WHAT NEEDS TO BE DONE:
Answer with one number: the count of lines in this material that hold the word "drawn".

*** INPUT ***

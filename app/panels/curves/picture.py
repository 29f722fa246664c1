"""The panel painted into a picture: in pixels for documents, as a drawing for those who edit it."""

from PySide6.QtCore import QBuffer, QByteArray, QIODevice, QRect, QSize
from PySide6.QtGui import QImage, QPainter
from PySide6.QtSvg import QSvgGenerator
from PySide6.QtWidgets import QGraphicsItem, QWidget

from app.panels.curves.plot import CurvePlot


def paint_picture(panel: QWidget, plot: CurvePlot, ratio: float = 2.0) -> QImage:
    """Return the panel as an image with `ratio` pixels for each pixel of the screen, lines at full width."""
    size = panel.size() * ratio
    image = QImage(size, QImage.Format.Format_RGB32)
    image.setDevicePixelRatio(ratio)
    image.fill(panel.palette().window().color())
    with _at_rest(plot):
        panel.render(image)
    return image


def paint_svg(panel: QWidget, plot: CurvePlot) -> QByteArray:
    """Return the plot as an SVG drawing; its lines are lines and its texts are texts."""
    buffer = QBuffer()
    buffer.open(QIODevice.OpenModeFlag.WriteOnly)
    device = QSvgGenerator()
    device.setOutputDevice(buffer)
    # Without this the drawing is made for 90 dots an inch and texts miss their places.
    device.setResolution(panel.logicalDpiX())
    device.setSize(plot.size())
    device.setViewBox(QRect(plot.rect().topLeft(), QSize(plot.size())))
    with _at_rest(plot):
        painter = QPainter(device)
        plot.render(painter)
        painter.end()
    return buffer.data()


class _at_rest:
    """Within it the plot is drawn finely, without caches (which are pixels) and without what the mouse shows."""

    def __init__(self, plot: CurvePlot) -> None:
        self._plot = plot
        self._items: tuple[QGraphicsItem, ...] = (plot.left_axis, plot.bottom_axis, plot.curve_layer)

    def __enter__(self) -> None:
        self._fine = self._plot.curve_layer.fine
        self._plot.curve_layer.set_fine(True)
        self._plot.pointer_layer.hide()
        self._modes = [item.cacheMode() for item in self._items]
        for item in self._items:
            item.setCacheMode(QGraphicsItem.CacheMode.NoCache)

    def __exit__(self, *_: object) -> None:
        for item, mode in zip(self._items, self._modes, strict=True):
            item.setCacheMode(mode)
        self._plot.pointer_layer.show()
        self._plot.curve_layer.set_fine(self._fine)
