"""Ways to spoil a job file, each a function of a source of chance and the bytes of the file."""

import json
import random
import string
from collections.abc import Callable
from typing import Any, Final

Spoil = Callable[[random.Random, bytes], bytes]

TEXTS: Final = (
    "",
    " ",
    "nan",
    "1,500 mm",
    "-1 mm",
    "5 GHz",
    "5 MM",
    "1e999 m",
    "1e-400 m",
    "9" * 500,
    "(" * 90,
    "1 mm" + " + 1 mm" * 10,
    "2 ** 9 ** 9 mm",
    "metal",
    "metals/coper",
    "../../etc",
    "\ud800",
    "a\nb",
    "\x1b[31m",
    "=1+1",
    "log",
    "skni",
    "30 deg",
    "x" * 20_000,
)

NUMBERS: Final = (0, -1, 1, 5, 90, 1.5, 1e-300, 1e300, float("nan"), float("inf"), 10**400, 2**63, 1_000_001, -0.0)


def _value(chance: random.Random) -> object:
    """Return a value that seldom fits."""
    choices: tuple[Callable[[], object], ...] = (
        lambda: chance.choice(TEXTS),
        lambda: chance.choice(NUMBERS),
        lambda: chance.choice((None, True, False, [], {}, [[]], [1], [1, -1], [1, 2, 3], {"a": 1})),
        lambda: chance.uniform(-10, 10),
        lambda: f"{chance.uniform(-5, 100):.3g} {chance.choice(('mm', 'GHz', 'deg', 'ohm/sq', 'pF', 'S/m', 'xy'))}",
        lambda: "".join(chance.choices(string.printable, k=chance.randrange(12))),
    )
    return chance.choice(choices)()


def _places(node: Any) -> list[tuple[Any, Any]]:
    """Return every (container, key) of a tree."""
    own = list(node.items()) if isinstance(node, dict) else list(enumerate(node)) if isinstance(node, list) else []
    return [(node, key) for key, _ in own] + [place for _, child in own for place in _places(child)]


def _in_tree(change: Callable[[random.Random, Any, Any, Any], None]) -> Spoil:
    """Return a spoiler that applies `change` at a place of the tree; what is no JSON any more stays as it is."""

    def spoil(chance: random.Random, content: bytes) -> bytes:
        try:
            tree = json.loads(content)
            node, key = chance.choice(_places(tree))
        except (ValueError, IndexError, RecursionError):
            return content
        change(chance, tree, node, key)
        return json.dumps(tree, indent=chance.choice((None, 1))).encode()

    return spoil


def _replace(chance: random.Random, tree: Any, node: Any, key: Any) -> None:
    node[key] = _value(chance)


def _remove(chance: random.Random, tree: Any, node: Any, key: Any) -> None:
    del node[key]


def _rename(chance: random.Random, tree: Any, node: Any, key: Any) -> None:
    if isinstance(node, dict):
        cut = chance.randrange(len(key) + 1)
        node[key[:cut] + chance.choice(("", "x", " ", ".", "\n")) + key[cut + 1 :]] = node.pop(key)


def _swap(chance: random.Random, tree: Any, node: Any, key: Any) -> None:
    other, place = chance.choice(_places(tree))
    node[key] = json.loads(json.dumps(other[place]))


def _nest(chance: random.Random, tree: Any, node: Any, key: Any) -> None:
    for _ in range(chance.choice((1, 3, 20, 300))):
        node[key] = [node[key]] if chance.random() < 0.5 else {"a": node[key]}


def _multiply(chance: random.Random, tree: Any, node: Any, key: Any) -> None:
    if isinstance(node, list):
        node.extend([node[key]] * chance.choice((1, 10, 1000)))


def _truncate(chance: random.Random, content: bytes) -> bytes:
    return content[: chance.randrange(len(content) + 1)]


def _flip(chance: random.Random, content: bytes) -> bytes:
    changed = bytearray(content)
    for _ in range(chance.randrange(1, 5) if changed else 0):
        changed[chance.randrange(len(changed))] = chance.randrange(256)
    return bytes(changed)


def _insert(chance: random.Random, content: bytes) -> bytes:
    place = chance.randrange(len(content) + 1)
    return content[:place] + chance.randbytes(chance.randrange(1, 20)) + content[place:]


def _cut(chance: random.Random, content: bytes) -> bytes:
    start = chance.randrange(len(content) + 1)
    return content[:start] + content[start + chance.randrange(30) :]


def _double_line(chance: random.Random, content: bytes) -> bytes:
    """Double a line: in an object this doubles a key."""
    lines = content.split(b"\n")
    place = chance.randrange(len(lines))
    return b"\n".join([*lines[: place + 1], *lines[place:]])


def _bury(chance: random.Random, content: bytes) -> bytes:
    depth = chance.choice((10, 1000, 200_000))
    return b"[" * depth + content + b"]" * depth


def _replace_all(chance: random.Random, content: bytes) -> bytes:
    return chance.choice((b"", b"\x00" * 50, chance.randbytes(200), b"\xff\xfe{\x00}\x00", b"PK\x03\x04", b"null"))


SPOILS: Final[tuple[Spoil, ...]] = (
    *(_in_tree(_replace),) * 6,
    *(_in_tree(change) for change in (_remove, _remove, _rename, _rename, _swap, _swap, _nest, _multiply)),
    *(_truncate, _flip, _flip, _insert, _cut, _double_line, _bury, _replace_all),
)
"""Those that come more than once are drawn more often."""


def spoiled(seed: int, content: bytes) -> bytes:
    """Return `content` spoiled in one to three ways; the same for the same seed."""
    chance = random.Random(seed)
    for _ in range(chance.choice((1, 1, 1, 2, 3))):
        content = chance.choice(SPOILS)(chance, content)
    return content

*** End of INPUT ***

ANSWER FOR THIS EXERCISE:
2